Tanto en la Independencia en 1821 como en la creación del Estado en 1841, la Nación que surgía a la vida tuvo que ser llenada de contenido. Los contenidos principales de ese Estado se pueden resumir de la siguiente manera:

A-. De hombres blancos
B-. De propietarios
C-. De católicos

La nueva Nación otorgó derechos solo a los hombres, pero no a las mujeres; a los blancos, pero no a los indígenas, negros o esclavos; a los propietarios, pero no a los peones agrícolas, artesanos o campesinos pobres; a los cristianos, especialmente a los católicos, pero no a otras minorías.

Es Estado fue representante de los hombres blancos, propietarios y católicos. A este prototipo se otorgaron todos los derechos, aunque no al resto de los habitantes del país.

La Ciudadanía que, en consecuencia, se formó fue negada a las mujeres, a los indígenas, negros, esclavos y a los que no poseían bienes patrimoniales. Los ciudadanos costarricenses fueron una pequeña minoría que gobernaba principalmente para ellos en detrimento de esos amplios sectores de la población.

La democracia fue, además, una democracia mutilada, reducida solo para ese pequeño círculo de poder de hombres blancos, propietarios y católicos. El resto de la sociedad no eran ciudadanos con el pleno goce de sus derechos.

El nuevo Estado creó una ciudadanía y democracia mutiladas. El capitalismo no nos trajo la democracia.

Tampoco la independencia creó una sociedad homogénea como algunos afirman, en relación con una sociedad donde la inmensa mayoría fueron pequeños propietarios por lo general pobres. Nunca existió en Costa Rica una sociedad homogénea, ni siquiera en la Colonia, porque siempre existieron los pobres (aunque sean los más pobres de los pobres), los negros, los mulatos, los pardos, los indígenas o los esclavos. (Los esclavos fueron determinantes en la producción de cacao que permitió la acumulación primitiva de capital que luego facilitó la explotación cafetalera).

El hecho es que la independencia fue generando una sociedad cada vez más diferenciada, estratificada, con una clase cafetalera oligárquica minoritaria sobre unas mayorías asalariadas empobrecidas.

La Independencia generó los derechos individuales de libertad personal en muchos campos para un grupo selecto, pero no así los derechos sociales que tuvieron que tardar casi un siglo para empezar a gestarse.

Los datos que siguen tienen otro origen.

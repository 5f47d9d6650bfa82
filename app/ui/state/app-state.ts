// What the window shows and holds. Results are derived from project and weather and are never saved.

import type { Fault, Site } from '../../../weather/index.ts';
import type { OpenedFile, RecentProject } from '../desk/index.ts';
import type { Simulation } from '../simulation.ts';

export type Screen = 'welcome' | 'site' | 'house' | 'room';

export type Scheme = 'system' | 'light' | 'dark';

/** The finding that the rooms are ranked by. */
export type FigureKey = 'heating' | 'peak' | 'below' | 'above' | 'highest' | 'lowest';

export type RunState =
  | { readonly kind: 'idle' }
  /** `share` from 0 to 1. */
  | { readonly kind: 'running'; readonly share: number; readonly stage: string }
  | { readonly kind: 'cancelled' }
  | { readonly kind: 'refused'; readonly faults: readonly Fault[] }
  /** Our own mistake, or the machine's: in plain words. */
  | { readonly kind: 'broken'; readonly reason: string };

export type Dialog = 'commands' | 'shortcuts' | 'site' | null;

/** The hour under the pointer or, once pinned, the hour that stays. */
export interface HourMark {
  readonly hour: number;
  readonly isPinned: boolean;
}

export interface AppState {
  readonly project: OpenedFile | null;
  readonly weather: OpenedFile | null;
  /** Given by the user where the weather table names no site. */
  readonly site: Site | null;
  readonly simulation: Simulation | null;
  /** The simulation is from before the last change. */
  readonly isStale: boolean;
  readonly run: RunState;
  readonly recent: readonly RecentProject[];
  readonly screen: Screen;
  readonly roomId: string | null;
  readonly figure: FigureKey;
  readonly mark: HourMark | null;
  /** Index of the chosen week, by room; the worst one where nothing was chosen. */
  readonly weeks: Readonly<Record<string, number>>;
  readonly scheme: Scheme;
  readonly dialog: Dialog;
  readonly isDrawerOpen: boolean;
  /** One line to say after an action that changed nothing on the sheet. */
  readonly notice: string | null;
}

/** Whether the run was refused because nobody says where the table was measured. */
export function asksForSite({ run, site }: AppState): boolean {
  if (site) return true;
  if (run.kind !== 'refused') return false;
  return run.faults.some(({ place, expected, mend }) => {
    const where = 'path' in place ? place.path : place.column;
    return /\b(site|latitude|longitude|utc)/i.test(`${where} ${expected} ${mend}`);
  });
}

export const firstState: AppState = {
  project: null,
  weather: null,
  site: null,
  simulation: null,
  isStale: false,
  run: { kind: 'idle' },
  recent: [],
  screen: 'welcome',
  roomId: null,
  figure: 'heating',
  mark: null,
  weeks: {},
  scheme: 'system',
  dialog: null,
  isDrawerOpen: false,
  notice: null,
};
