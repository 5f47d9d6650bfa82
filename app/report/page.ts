// A report as one HTML page that needs nothing beside it: no script, no file, no network.

import { type Markup, markup } from './markup.ts';
import type { Chapter, ChapterMaker, ReportInput } from './report.ts';
import { type Font, style } from './style.ts';

const policy = "default-src 'none'; style-src 'unsafe-inline'; font-src data:";

const section = ({ id, title, html }: Chapter): Markup =>
  markup`<section id="${id}">\n<h2>${title}</h2>\n${html}</section>\n`;

function heading({ simulation: { findings }, building, version, madeOn }: ReportInput): Markup {
  const { place } = findings.weather;
  const notes = building.notes === '' ? '' : markup`<p>${building.notes}</p>\n`;
  return markup`<header>
<h1>${findings.project}</h1>
<p>One year, hour by hour${place === '' ? '' : `, in the weather of ${place}`}. Made on ${madeOn} with Inglenook ${version}.</p>
${notes}</header>\n`;
}

/** The page; the same input gives the same bytes. */
export function reportPage(
  input: ReportInput,
  makers: readonly ChapterMaker[],
  fonts: readonly Font[] = [],
): string {
  const chapters = makers.flatMap((make) => make(input) ?? []);
  const page = markup`<!doctype html>
<html lang="en">
<head>
<meta charset="utf-8">
<meta name="viewport" content="width=device-width">
<meta http-equiv="Content-Security-Policy" content="${policy}">
<title>${input.simulation.findings.project}</title>
${style(fonts)}</head>
<body>
<main>
${heading(input)}${chapters.map(section)}</main>
</body>
</html>
`;
  return page.markup;
}
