// The year's heat of a room in whole kilowatt hours that add up: what is shown in the flow picture and
// in the table beneath it.

import type { BalanceKWh } from '../../engine/index.ts';

export const streams = [
  'solar',
  'gains',
  'heating',
  'cooling',
  'opaque',
  'glazing',
  'ground',
  'infiltration',
  'ventilation',
  'rooms',
  'storage',
  'residual',
] as const satisfies readonly (keyof BalanceKWh)[];

export type Stream = (typeof streams)[number];

/** Findings of their own, so they keep their own rounding. */
const findings: readonly Stream[] = ['heating', 'cooling'];

/**
 * Heat into the room, whole kWh, by stream; the sum is nought. What the fabric took up counts as
 * leaving, and so does what does not add up (the residual), if it is as large as a kilowatt hour.
 *
 * By largest remainder: each part gets its floor, what is left over goes to the largest remainders.
 */
export function roundedBalance(balance: BalanceKWh): Readonly<Record<Stream, number>> {
  const exact = (key: Stream) =>
    key === 'storage' || key === 'residual' ? -balance[key] : balance[key];
  const rounded = Object.fromEntries(
    streams.map((key) => [
      key,
      findings.includes(key) ? Math.round(exact(key)) : Math.floor(exact(key)),
    ]),
  ) as Record<Stream, number>; // one entry a stream
  const open = streams
    .filter((key) => !findings.includes(key) && Math.abs(exact(key)) > 1e-6)
    .sort((a, b) => exact(b) - Math.floor(exact(b)) - (exact(a) - Math.floor(exact(a))));
  for (const key of streams) if (!findings.includes(key) && !open.includes(key)) rounded[key] = 0;
  let left = -streams.reduce((sum, key) => sum + rounded[key], 0);
  for (const key of open) {
    if (left < 1) break;
    rounded[key] += 1;
    left -= 1;
  }
  for (const key of open.toReversed()) {
    if (left > -1) break;
    rounded[key] -= 1;
    left += 1;
  }
  for (const key of streams) if (Object.is(rounded[key], -0)) rounded[key] = 0;
  return rounded;
}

La Independencia generó la conciencia individual pero no la conciencia social, no solo de clase sino de pertenencia a grupos o comunidades. Los derechos sociales con plena madurez y fuerza empezarán a manifestarse en el segundo siglo de Independencia.

Durante el Primer siglo de Independencia se logró consolidar el Estado capitalista y luego la República y mantener el carácter independiente de la Nación en la guerra del 56. La influencia de la Religión Católica a lo largo de los primeros 60 años fue determinante y representó un gran poder, pero fue llevada casi hasta la nulidad con las reformas liberales; la democracia logró algunos pocos avances con las ampliaciones del sufragio.

El primer siglo de Independencia es el de la consolidación del modo de producción capitalista fundamentado en la producción y exportación de café, de una oligarquía cafetalera que se proyectará hasta nuestros días, consolidada a través de gobiernos sustentados en una democracia muy restringida, limitada únicamente a hombres blancos y propietarios. La consolidación de ese modelo se hizo a base de autoritarismo y límites democráticos para las amplias capas sociales del país.